The White House pushed back, arguing that Mr. Obama is simply trying to engage the American people.
"It's entirely appropriate for the president to go out and present to American businesses and ordinary Americans his views on this and to ask them to let their voices be heard here in Washington," White House spokesman Jay Carney said.
Other than keeping the pressure on Republicans, there's really no need for Mr. Obama to extend the pitch to the American people. Throughout the campaign, polls repeatedly showed that a substantial majority of Americans backing higher taxes on high earners.
Continuing to barnstorm the country well after the presidential re-election campaign is over hasn't worked so well for presidents in the past.
President George W. Bush burned up his 2004 re-election political capital by barnstorming the country on his "60 stops in 60 days" for a Social Security overhaul that never materialized.

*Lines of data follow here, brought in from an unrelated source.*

//! From settings to work: which tracks, which blocks, which chunks.
//!
//! Analyses that need the same samples share a track and are resampled once.

use crate::Error;
use crate::chunk::{Chunk, Consumer, Feed, Slot, TrackWork};
use crate::results::{BlockFacts, ChannelFacts};
use crate::settings::{
    Analysis, Averaging, AxisChoice, ChannelPick, CompareSettings, Detector, ShownAs,
    SpectrumSettings, SynchronousSettings, WindowChoice,
};
use crate::spinning::Spinning;
use shaftwise_machine::Ratio;
use shaftwise_orders::{Average, Limits, SpectrumConfig, SpectrumPlan, Track, samples_per_rev};
use shaftwise_recording::{Quantity, Recording};
use shaftwise_rotation::Rotation;
use shaftwise_signal::{Conversion, ConversionPlan, SamplePosition, Window};
use std::sync::Arc;

/// Highest order looked at when nothing else is asked for.
const DEFAULT_MAX_ORDER: f64 = 50.0;
/// Samples per highest order (common practice); also what the interpolator passes unchanged.
const RATE_RULE: f64 = 2.56;

/// Where an analysis' sums are.
#[derive(Debug, Clone, Copy, PartialEq, Eq)]
pub(crate) struct Place {
    pub(crate) track: usize,
    pub(crate) consumer: usize,
}

/// What an analysis of averages rests on, for its result.
#[derive(Debug, Clone)]
pub(crate) struct AveragesPlan {
    pub(crate) channels: Vec<ChannelFacts>,
    pub(crate) detectors: Vec<Detector>,
    /// Conversion in time of each channel, as a power of j2πf; 0 for none.
    pub(crate) powers: Vec<i32>,
    pub(crate) facts: BlockFacts,
    /// Highest order asked for, or the default.
    pub(crate) max_order: f64,
    /// The transform of spectra; none for synchronous averages.
    pub(crate) spectrum: Option<Arc<SpectrumPlan>>,
    /// 1-sigma of the analysed shaft's angle, rev.
    pub(crate) angle_sigma_rev: f64,
    pub(crate) warnings: Vec<String>,
}

/// One analysis, ready.
#[derive(Debug, Clone)]
pub(crate) enum AnalysisPlan {
    Speed,
    Averages {
        place: Place,
        plan: AveragesPlan,
    },
    Compare {
        tracked: Place,
        smeared: Place,
        plan: AveragesPlan,
    },
}

/// Everything pass 2 has to do.
#[derive(Debug)]
pub(crate) struct Plan {
    pub(crate) tracks: Vec<TrackWork>,
    pub(crate) chunks: Vec<Chunk>,
    pub(crate) analyses: Vec<AnalysisPlan>,
}

/// What every average asks for.
struct Request<'a> {
    channel: &'a Option<Vec<ChannelPick>>,
    max_order: Option<f64>,
    ratio: &'a Option<String>,
    shown_as: Option<ShownAs>,
    detector: Option<Detector>,
}

/// What it comes to on this recording.
struct Setup {
    ratio: Ratio,
    slots: Vec<Slot>,
    channels: Vec<ChannelFacts>,
    detectors: Vec<Detector>,
    max_order: f64,
    reachable_order: f64,
    samples_per_rev: u32,
    corner_order: f64,
    filter_reach: u64,
    warnings: Vec<String>,
}

struct Planner<'a> {
    recording: &'a Recording,
    tach: Option<usize>,
    spinning: &'a Spinning,
    tracks: Vec<TrackWork>,
    /// Steady, ratio, samples per revolution and filter reach of each track: what sharing needs.
    keys: Vec<(bool, Ratio, u32, u64)>,
}

/// Lays the work out.
pub(crate) fn plan(
    recording: &Recording,
    tach: Option<usize>,
    spinning: &Spinning,
    analyses: &[Analysis],
) -> Result<Plan, Error> {
    let mut planner = Planner {
        recording,
        tach,
        spinning,
        tracks: Vec::new(),
        keys: Vec::new(),
    };
    let analyses = analyses
        .iter()
        .map(|analysis| match analysis {
            Analysis::Speed(_) => Ok(AnalysisPlan::Speed),
            Analysis::Spectrum(settings) => planner.spectrum(settings),
            Analysis::Synchronous(settings) => planner.synchronous(settings),
            Analysis::Compare(settings) => planner.compare(settings),
        })
        .collect::<Result<Vec<_>, Error>>()?;
    let tracks = planner.tracks;
    let chunk_revs = chunk_revs(&tracks);
    let chunks = if tracks.is_empty() {
        Vec::new()
    } else {
        chunks(spinning, chunk_revs)
    };
    Ok(Plan {
        tracks,
        chunks,
        analyses,
    })
}

/// Revolutions of the tach's shaft in a chunk: sixteen of the longest block, so that what is computed
/// twice stays small; two of it where blocks are so long that memory counts.
fn chunk_revs(tracks: &[TrackWork]) -> u64 {
    let longest = tracks
        .iter()
        .flat_map(|work| {
            let per_rev = f64::from(work.track.samples_per_rev()) * work.track.ratio();
            work.consumers.iter().map(move |c| c.block as f64 / per_rev)
        })
        .fold(0.0, f64::max);
    let many = (16.0 * longest).ceil().max(64.0);
    let revs = if many <= 1024.0 {
        many
    } else {
        (2.0 * longest).ceil().max(1024.0)
    };
    (revs as u64).next_power_of_two()
}

fn chunks(spinning: &Spinning, chunk_revs: u64) -> Vec<Chunk> {
    let end = SamplePosition {
        index: u64::MAX,
        fraction: 0.0,
    };
    let step = i64::try_from(chunk_revs).unwrap_or(i64::MAX);
    let mut chunks = Vec::new();
    for (number, window) in spinning.windows.iter().enumerate() {
        let section = &spinning.rotation.sections[window.section];
        let (first, last) = (
            section.angle_at(window.from).0,
            section.angle_at(window.to).0,
        );
        let mut from = SamplePosition::default();
        let mut rev = first.saturating_add(step);
        while rev < last {
            let to = section.at(rev, 0.0).position;
            chunks.push(Chunk {
                window: number,
                from,
                to,
            });
            from = to;
            rev += step;
        }
        chunks.push(Chunk {
            window: number,
            from,
            to: end,
        });
    }
    chunks
}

Even though Congress ended up passing the 2010 health care law, Mr. Obama's travel around the country promoting it in the weeks ahead of the vote may have hurt more than it helped.
Polls before the president's final health care tour in March 2010 showed slightly more Americans opposing the health care bill than supporting it. Later that month, voters disapproved of the bill 49 percent to 40 percent, according to a Quinnipiac University poll taken the week after the House vote in late March.
After the bitter, partisan battle health care battle, a wave of conservative anger over the health care law propelled Republicans into the House majority in the November 2010 elections.